# Duck/goose huntin on lake lanier???



## JerkBait (Nov 21, 2007)

my friend called me up and asked me if i wanted to go duck huntin this friday and i said sure where and he said lake lanier..... im not much of a duck hunter so does anyone duck hunt on lanier>?  he didnt have much luck last year but he insists on us goin anyways so someone please post some information on here about duck huntin on lanier.... WHERE? WHEN? WHAT? HOW? Believe me we need all the help we can get.... (AND IF DUCK HUNTIN ON LAKE LANIER IS ILLEGAL OR NO ONE DOES IT THEN FORGET I EVER BROUGHT IT UP!) im not a duck hunter so its all new to me


----------



## JerkBait (Nov 21, 2007)

ok i know yall have looked at this.... no comments???


----------



## JerkBait (Nov 21, 2007)

so in other words- no one hunts on lanier>?


----------



## MustangMAtt30 (Nov 21, 2007)

If you knew where a 12 point B & C buck was running would you tell me where to set up my tree stand?  Would you tell me where the best crappie hole was on a lake?  It is a duck hunting taboo to give up good spots to a complete stranger. 

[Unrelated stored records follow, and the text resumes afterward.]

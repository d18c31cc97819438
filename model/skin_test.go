package model

import (
	"math"
	"testing"
)

// surfaces is a wide choice of exposures, each with a medium that stays as it is.
func surfaces() map[string]*Exposure {
	const wet, dry = true, false
	air := func(c, speed float64) *Exposure {
		e := &Exposure{Surface: StillAir, Medium: Course{C: []float64{c}}, Wet: ptr(dry)}
		if speed > 0 {
			e.Surface, e.AirMS = MovingAir, ptr(speed)
		}
		return e
	}
	with := func(e *Exposure, change func(*Exposure)) *Exposure { change(e); return e }
	return map[string]*Exposure{
		"still chill":       air(2, 0),
		"blown chill":       air(-3, 2.3),
		"still oven":        air(178, 0),
		"breath of air":     air(21, 0.13),
		"blown, radiating":  with(air(163, 1.3), func(e *Exposure) { e.RadiatingC, e.Emissivity = ptr(196.0), ptr(0.87) }),
		"wet oven":          with(air(158, 1.7), func(e *Exposure) { e.Wet = ptr(wet) }),
		"wet humid oven":    with(air(141, 0.9), func(e *Exposure) { e.Wet, e.RH, e.RadiatingC = ptr(wet), ptr(7.0), ptr(133.0) }),
		"wet chill":         with(air(3, 1.9), func(e *Exposure) { e.Wet, e.RH = ptr(wet), ptr(83.0) }),
		"wrapped oven":      with(air(149, 2.1), func(e *Exposure) { e.WrapM2KW, e.RadiatingC, e.RH = ptr(0.013), ptr(171.0), ptr(31.0) }),
		"dry, condensing":   with(air(87, 0.6), func(e *Exposure) { e.RH = ptr(64.0) }),
		"steam with air":    {Surface: Steam, Medium: Course{C: []float64{96}}, RH: ptr(71.0)},
		"typed film, wet":   with(air(122, 1.1), func(e *Exposure) { e.FilmW, e.Wet = ptr(17.0), ptr(wet) }),
		"typed film, walls": with(air(122, 1.1), func(e *Exposure) { e.FilmW, e.RadiatingC = ptr(17.0), ptr(88.0) }),
	}
}

// A brick whose film is that of its longest side.
func skinCase() *filmCase {
	return &filmCase{shape: Brick, size: Size{ThicknessM: 0.041, WidthM: 0.087, LengthM: 0.163}}
}

func TestTableFollowsTheFlux(t *testing.T) {
	for name, e := range surfaces() {
		for _, stage := range []*Stage{Cook, Cool} {
			t.Run(name+", "+stage.Name, func(t *testing.T) {
				s := newSkin(e, skinCase(), ptr(0.97), &Step{Stage: stage, DurationS: 3100, AltitudeM: 320})
				for c := -29.7; c < 131; c += 0.0437 {
					w, slope := s.flux(c, 0)
					want, steep := s.exact(c, 0)
					if math.Abs(w-want) > 1e-6*(1+math.Abs(want)) {
						t.Fatalf("at %.4f °C %.9g W/m², directly %.9g", c, w, want)
					}
					if math.Abs(slope-steep) > 3e-3*(1+math.Abs(steep)) {
						t.Errorf("at %.4f °C slope %g, directly %g", c, slope, steep)
					}
				}
			})
		}
	}
}

// The warmer the surface, the less heat it takes. Only on a wet surface in still air, within a few K of the air's temperature, is there
// nothing to move the air, and less evaporates: that is left out here.
func TestFluxFallsWithTheSurface(t *testing.T) {
	for name, e := range surfaces() {
		for _, stage := range []*Stage{Cook, Cool} {
			s := newSkin(e, skinCase(), nil, &Step{Stage: stage, DurationS: 3100})
			last := math.Inf(1)
			for c := -39.9; c < 190; c += 0.171 {
				w, slope := s.flux(c, 0)
				if w > last || slope > 0 {
					t.Errorf("%s, %s: at %.3f °C %g W/m² after %g, slope %g", name, stage.Name, c, w, last, slope)
					break
				}
				last = w
			}
		}
	}
}

func BenchmarkFlux(b *testing.B) {
	s := newSkin(surfaces()["wet humid oven"], skinCase(), nil, &Step{Stage: Cook, DurationS: 3100})
	sum := 0.0
	for b.Loop() {
		for c := 50.0; c < 60; c += 0.01 {
			w, _ := s.flux(c, 0)
			sum += w
		}
	}
	if math.IsNaN(sum) {
		b.Fatal(sum)
	}
	b.ReportMetric(float64(b.Elapsed().Nanoseconds())/float64(b.N)/1000, "ns/flux")
}

func BenchmarkFluxDirectly(b *testing.B) {
	s := newSkin(surfaces()["wet humid oven"], skinCase(), nil, &Step{Stage: Cook, DurationS: 3100})
	for b.Loop() {
		s.exact(63.1, 0)
	}
}
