package model

// spaceAxis is an axis of a body that is marched in more than one direction.
type spaceAxis struct {
	kind         axisKind
	n            int
	x            []float64 // nodes, in radii, or in the coordinate of a stretch
	w            []float64 // their shares of the volume
	k            []float64 // n×n, 1/m²: what a Kirchhoff integral at node j adds to the rate at node i
	fast         float64   // largest rate of decay of k, 1/m²
	perR2        float64   // one over the radius squared, 1/m²
	lower, upper *Face
	face         [2]float64   // what a flow over the lower and upper face adds to the rate of its node, 1/m; 0 where there is none
	poly         *collocation // nil where the nodes are those of control volumes
	line         *lineMesh    // control volumes only
}

// smooth makes an axis of n nodes with the polynomial through them, for fields without a freezing front.
func smoothAxis(kind axisKind, radiusM float64, n int, by stretch, faces [2]*Face) *spaceAxis {
	c := collocationOf(kind, n, by)
	a := &spaceAxis{kind: kind, n: n, x: c.x, w: c.w, k: make([]float64, n*n), poly: c, lower: faces[0], upper: faces[1], perR2: 1 / (radiusM * radiusM)}
	for i, k := range c.k {
		a.k[i] = k * a.perR2
	}
	a.fast = c.fast * a.perR2
	a.faces(radiusM)
	return a
}

// cutAxis makes an axis of control volumes, for fields with a freezing front; their nodes stand closer at a face by e to the power of crowd.
func cutAxis(kind axisKind, radiusM float64, n int, crowd float64, faces [2]*Face) *spaceAxis {
	g := newLineGrid(&Product{}, kind, radiusM, n, crowd)
	m := newLineMesh(g)
	a := &spaceAxis{kind: kind, n: len(g.x), w: m.share, line: m, lower: faces[0], upper: faces[1]}
	a.x, a.k = make([]float64, a.n), make([]float64, a.n*a.n)
	for i, x := range g.x {
		a.x[i] = x / radiusM
	}
	for i, l := range g.links {
		p, q := l.g/g.w[i], l.g/g.w[i+1]
		a.k[i*a.n+i] -= p
		a.k[i*a.n+i+1] += p
		a.k[(i+1)*a.n+i+1] -= q
		a.k[(i+1)*a.n+i] += q
	}
	for i := range a.x {
		a.fast = max(a.fast, -2*a.k[i*a.n+i])
	}
	a.faces(radiusM)
	return a
}

// faces sets what a flow over a face does.
func (a *spaceAxis) faces(radiusM float64) {
	per := (&axis{base: &base{kind: a.kind}}).weight() / radiusM
	a.face[1] = per / a.w[a.n-1]
	if a.kind == planeFull {
		a.face[0] = per / a.w[0]
	}
}

// apply adds the rates along an axis; inner values lie between one node of the axis and the next.
func (a *spaceAxis) apply(u, out []float64, inner int) {
	n := a.n
	switch {
	case n == 1:
	case inner == 1:
		addRows(out, a.k, n, u)
	default:
		for i := 0; i < n; i++ {
			addColumns(out[i*inner:(i+1)*inner], u, inner, a.k[i*n:(i+1)*n])
		}
	}
}

// onto gives a function that takes values at the nodes of an axis to those of another.
func (a *spaceAxis) onto(other *spaceAxis) func(here, there []float64) {
	if a.n == 1 {
		return func(here, there []float64) { copy(there, here) }
	}
	if a.poly == nil {
		return func(here, there []float64) {
			for j, x := range other.x {
				there[j] = a.line.at(coord{x}, here)
			}
		}
	}
	w := make([]float64, other.n*a.n)
	for j, x := range other.x {
		a.valueAt(x, w[j*a.n:(j+1)*a.n])
	}
	return func(here, there []float64) {
		clear(there)
		addRows(there, w, a.n, here)
	}
}

// valueAt fills out with the weights of the nodes in the value at x.
func (a *spaceAxis) valueAt(x float64, out []float64) {
	if a.n == 1 {
		out[0] = 1
		return
	}
	a.poly.weightsAt(x, out)
}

Now here is some advice.  You need to spend some time scouting the lake. Look for signs of watefowl activity.  When you find where they are come back the next morning and set up.  It doesn't guarantee that you will even fire a shot but it will improve your odds.   Look at google earth satelite photos for good potential "ducky" areas as well.

You have to be 1000 feet from the nearest house or dock I believe.

Good luck.


----------



## Russ Toole (Nov 21, 2007)

Just try to find a bottle neck and set up on that point.  The ducks/geese tend to fly over the water  and around the points, so if you can find a bottle neck, then you can try to get them to land in your spread, or at least pass shoot.  You can try some coves, but make sure your at least 1000 ft from someones dock or house.  I have one saying about duck & goose hunting on lanier.  That is, you will get at least one shot at a duck or goose so you better be ready, you might not get a second chance.  Scouting is really the key to finding areas where the geese are hanging out.  But if you set up in the right place as mentioned above, you should get a shot or two.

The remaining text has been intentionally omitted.